Frederick Reuss (born 1960) is an American writer and author of six seriocomic novels, including his debut, Horace Afoot (1997), which was named a New York Times Notable Book. Reuss' writing has been called "cosmopolitan, contemplative, contemporary prose." All of his novels explore the question of whether modern personal identity is still inviolable and, if so, how it is affected by external, cultural forces. He is best known for Mohr (2006), a highly regarded work of speculative fiction based on a collection of letters, papers, and vintage family photographs owned by the playwright Max Mohr (1891–1937), a German-Jewish physician who exiled himself to Shanghai in the early 1930s as the Nazis were coming to power in Germany. On reading Mohr, art critic John Berger remarked that Reuss' "aerialist's sense of history, his sleight of hand, his animal knowledge of political practice, his silver tact and his cool tenderness make his performance nothing less than Orphic."

==Novels==
- Horace Afoot. Denver: MacMurray & Beck, 1997 WorldCat
- Henry of Atlantic City: A Novel. NY: MacMurray & Beck, 1999 WorldCat
- The Wasties: A Novel. NY: Pantheon, 2002 WorldCat
- Mohr. Denver: Unbridled Books, 2007 WorldCat
- A Geography of Secrets. Denver: Unbridled Books, 2010 WorldCat
- Maisie at 8000 Feet: A Novel. Denver: Unbridled Books, 2016 WorldCat

==Other writing==
Reuss' decades-long association with the Department of Anthropology in the National Museum of Natural History, Smithsonian Institution has resulted in several non-fiction works. In Saynday Was Coming Along... (1993), Reuss retold a collection of Kiowa trickster tales collected in the late 19th century by U.S. Army officer Hugh L. Scott; the work accompanied a Smithsonian traveling exhibition of drawings by the Kiowa artist Silver Horn.
Reuss also contributed to A Guide to the Kiowa Collections at the Smithsonian Institution (1997), the product of a collaborative research project exploring the extensive Kiowa art and ethnology collections maintained by the Department of Anthropology.
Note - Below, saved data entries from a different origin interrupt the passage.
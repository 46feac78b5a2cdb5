import { and, asc, count, desc, eq, isNotNull, sql, type Placeholder } from 'drizzle-orm';
import { alias, type SQLiteColumn } from 'drizzle-orm/sqlite-core';
import type { TimelineCallMarker, TimelineEvent, TimelineFrame, TimelinePage, TimelineQuery, TimelineRow } from '../../../shared/schemas';
import { Conditions } from '../../db/conditions';
import { prepared } from '../../db/prepared';
import { allRows } from '../../db/rows';
import { callRuns, captureCallLayers, decodeJobs, exchangeFrames, exchanges, frames, lineEvents, notes, stations } from '../../db/schema';
import { badRequest } from '../../http/errors';
import { searchHitCount, searchHitIds, type SearchColumn } from '../../runs/search-index';
import type { CaptureDeps } from './deps';
import { hexTokens, longestLiteral } from './hex-pattern';
import type { CaptureRow } from './rows';
import { eventSummary, frameSummary } from './summaries';
// The timeline is two keyset streams in one order: frames (k = 0) and line events (k = 1),
// each sorted by (t, id) through an index; rows are ordered by (t, k, id) overall. A cursor is
// such a key plus the direction it continues in, so each stream's query starts exactly after
// (or before) it and a page boundary never drops or repeats a row.

export interface Cursor {
  t: number;
  /** -1 positions before every row at t (jump to time) */
  k: number;
  id: number;
  d: 'f' | 'b';
}

export const encodeCursor = (c: Cursor) => Buffer.from(JSON.stringify([c.t, c.k, c.id, c.d])).toString('base64url');

export function decodeCursor(s: string): Cursor {
  try {
    const [t, k, id, d] = JSON.parse(Buffer.from(s, 'base64url').toString('utf8')) as unknown[];
    if (typeof t === 'number' && typeof k === 'number' && typeof id === 'number' && (d === 'f' || d === 'b') && Number.isFinite(t)) {
      return { t, k, id, d };
    }
  } catch {
    // falls through to the error below
  }
  throw badRequest('Some fields need attention', { cursor: 'This cursor is not one the timeline gave out; start from the first page' });
}

/** the timeline's tables under the aliases its query plans are checked with (f frames, e line events) */
export const f = alias(frames, 'f');
const e = alias(lineEvents, 'e');
// inside sql`` an alias renders as its name alone, so FROM clauses name the table before it
const n = alias(notes, 'n');
const nf = alias(frames, 'nf');

/** filters that only frames can satisfy: with any of them, line events are left out */
const hasFrameFilter = (q: TimelineQuery) =>
  !!(q.station?.length || q.status?.length || q.kind?.length || q.command?.length || q.text || q.hex);

/**
 * Whether a trigram search (column LIKE pattern) finds few enough rows to drive the query.
 * A common pattern is answered faster by walking frames in time order and testing each, which
 * stops after one page; a rare one by collecting its few rows from the index first.
 */
export type SelectiveProbe = (column: SearchColumn, likePattern: string) => boolean;

/** the capture of a decode run, as a scalar subquery */
const captureOfRun = (jobId: Placeholder) => sql`(select ${decodeJobs.captureId} from ${decodeJobs} where ${decodeJobs.id} = ${jobId})`;

const markedFrame = exchangeFrames.frameId;
/** a page frame's exchange and its part in it */
const markerColumns = {
  frameId: markedFrame,
  exchangeId: exchanges.id,
  station: exchanges.station,
  callName: exchanges.callName,
  callCode: exchanges.callCode,
  rtt: exchanges.rtt,
  outcome: exchanges.outcome,
  role: sql<TimelineCallMarker['role']>`case when ${exchanges.requestFrameId} = ${markedFrame} then 'request'
      when exists (select 1 from json_each(${exchanges.responseFrameIds}) r where r.value = ${markedFrame}) then 'response'
      when exists (select 1 from json_each(${exchanges.damagedResponseFrameIds}) r where r.value = ${markedFrame}) then 'damaged-response'
      else 'retry' end`,
};

/** the call run visible over a decode run (its capture's current one, finished, over this run), as a scalar subquery */
const visibleCallRun = (jobId: Placeholder) =>
  sql`(select ${callRuns.id} from ${decodeJobs}
        join ${captureCallLayers} on ${captureCallLayers.captureId} = ${decodeJobs.captureId}
        join ${callRuns} on ${callRuns.id} = ${captureCallLayers.currentRunId} and ${callRuns.decodeJobId} = ${decodeJobs.id} and ${callRuns.state} = 'done'
        where ${decodeJobs.id} = ${jobId})`;

/** The frame filters of a timeline query over the frames aliased `f`. */
export function frameFilters(jobId: number, q: TimelineQuery, selective: SelectiveProbe = () => true): Conditions {
  const w = new Conditions();
  w.inList('link', f.link, q.link);
  w.inList('station', f.address, q.station);
  w.inList('status', f.status, q.status);
  w.inList('kind', f.kind, q.kind);
  w.inList('command', f.command, q.command);
  if (q.from !== undefined) w.add('from', sql`${f.t} >= ${w.v(q.from)}`);
  if (q.to !== undefined) w.add('to', sql`${f.t} <= ${w.v(q.to)}`);
  let searched = false;
  if (q.text) {
    const escaped = q.text.replace(/[\\%_]/g, (m) => `\\${m}`);
    // frames whose notes hold the text match too; notes pin frames by link + seq, not by id
    const noteMatches = () => sql`${n.captureId} = ${captureOfRun(w.v(jobId))} and ${n.body} like ${w.v(`%${escaped}%`)} escape '\\'`;
    // the trigram index answers substrings of three or more characters without LIKE wildcards
    if (q.text.length >= 3 && escaped === q.text && selective('text', `%${q.text}%`)) {
      searched = true;
      const hits = searchHitIds('text', w.v(`%${q.text}%`));
      const noted = sql`select ${nf.id} from ${notes} ${n} cross join ${frames} ${nf} on ${nf.jobId} = ${w.v(jobId)} and ${nf.link} = ${n.link} and ${nf.seq} = ${n.seq} where ${noteMatches()}`;
      w.add('text-index', sql`${f.id} in (${hits} union ${noted})`);
    }
    w.add('text', sql`(${f.text} like ${w.v(`%${escaped}%`)} escape '\\' or exists (select 1 from ${notes} ${n} where ${noteMatches()} and ${n.link} = ${f.link} and ${n.seq} = ${f.seq}))`);
  }
  if (q.hex) {
    const tokens = hexTokens(q.hex);
    if (tokens.length > 0) {
      const literal = longestLiteral(tokens);
      if (literal.length >= 4 && selective('hex', `%${literal}%`)) {
        searched = true;
        w.add('hex-index', sql`${f.id} in (${searchHitIds('hex', w.v(`%${literal}%`))})`);
      }
      w.add('hex', sql`hex_match(${f.hex}, ${w.v(tokens.join(' '))})`);
    }
  }
  // With a rare search term the rows come from the search index: the unary + keeps the planner
  // from walking the job's whole time index instead and testing each frame against the list.
  w.parts.unshift(searched ? sql`+${f.jobId} = ${w.v(jobId)}` : sql`${f.jobId} = ${w.v(jobId)}`);
  w.shape = `${searched ? '+job' : 'job'};${w.shape}`;
  return w;
}

function eventFilters(jobId: number, q: TimelineQuery): Conditions {
  const w = new Conditions();
  w.add('job', eq(e.jobId, w.v(jobId)));
  w.inList('link', e.link, q.link);
  if (q.from !== undefined) w.add('from', sql`${e.t} >= ${w.v(q.from)}`);
  if (q.to !== undefined) w.add('to', sql`${e.t} <= ${w.v(q.to)}`);
  return w;
}

/** adds the keyset condition of one stream (its k) relative to a cursor */
function keyset(w: Conditions, t: SQLiteColumn, id: SQLiteColumn, k: number, c: Cursor | null, forward: boolean): void {
  if (!c) return;
  if (forward) {
    if (c.k < k) w.add('t>=', sql`${t} >= ${w.v(c.t)}`);
    else if (c.k === k) w.add('(t,id)>', sql`(${t}, ${id}) > (${w.v(c.t)}, ${w.v(c.id)})`);
    else w.add('t>', sql`${t} > ${w.v(c.t)}`);
    return;
  }
  if (c.k > k) w.add('t<=', sql`${t} <= ${w.v(c.t)}`);
  else if (c.k === k) w.add('(t,id)<', sql`(${t}, ${id}) < (${w.v(c.t)}, ${w.v(c.id)})`);
  else w.add('t<', sql`${t} < ${w.v(c.t)}`);
}

const noteKey = (link: string, seq: number) => `${link}\u0000${seq}`;

function withNotesAndCall(fr: TimelineFrame, counts: Map<string, number>, calls: Map<number, TimelineCallMarker>): TimelineFrame {
  const notesOn = counts.get(noteKey(fr.link, fr.seq));
  const call = calls.get(fr.id);
  return notesOn || call ? { ...fr, ...(notesOn ? { notes: notesOn } : {}), ...(call ? { call } : {}) } : fr;
}

/** the stored fields of a frame that both a timeline row and the frames export carry */
export const frameRowColumns = {
  id: f.id,
  link: f.link,
  seq: f.seq,
  t: f.t,
  tEnd: f.tEnd,
  status: f.status,
  address: f.address,
  kind: f.kind,
  command: f.command,
  ns: f.ns,
  nr: f.nr,
  pf: f.pf,
  infoLength: f.infoLength,
  flippedBit: f.flippedBit,
};
const frameColumns = {
  ...frameRowColumns,
  // a list shows 64 octets at most
  hex: sql<string>`substr(${f.hex}, 1, 128)`,
};
const eventColumns = { id: e.id, link: e.link, channel: e.channel, kind: e.kind, t: e.t, tEnd: e.tEnd, count: e.count };

/** the stored fields of a frame that a timeline row shows */
export type TimelineFrameRow = Pick<typeof frames.$inferSelect, keyof typeof frameColumns>;
type EventRow = Pick<typeof lineEvents.$inferSelect, keyof typeof eventColumns>;

/** matches above this many, a search walks the frames in time order instead of collecting them first */
const SELECTIVE_LIMIT = 5000;
const PROBE_TTL_MS = 30_000;
const ph = sql.placeholder;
==Interviews and addresses==
- David Lazar. "Fact, Truth, and Fiction: An Interview with Novelist Frederick Reuss." Bulletin of the German Historical Institute, Vol 40 (Spring 2007), pp. 52–68.
- "A Geography of Secrets Author Explores His Secrets during Radio Interview." CSM Connections. February 28, 2011.
- "The Question, What is a Map? Is More Relevant than Ever." The National Map Users Conference. Opening remarks and plenary speakers, Thursday, May 12, 2011.

==Life==
Born in Addis Ababa, Ethiopia in 1960, while his father, a career foreign service officer with the United States Information Agency (USIA), was stationed there. Reuss spent much of his youth in India and Germany. He holds a BA in political philosophy from Antioch College (1983) and lives in Washington, DC.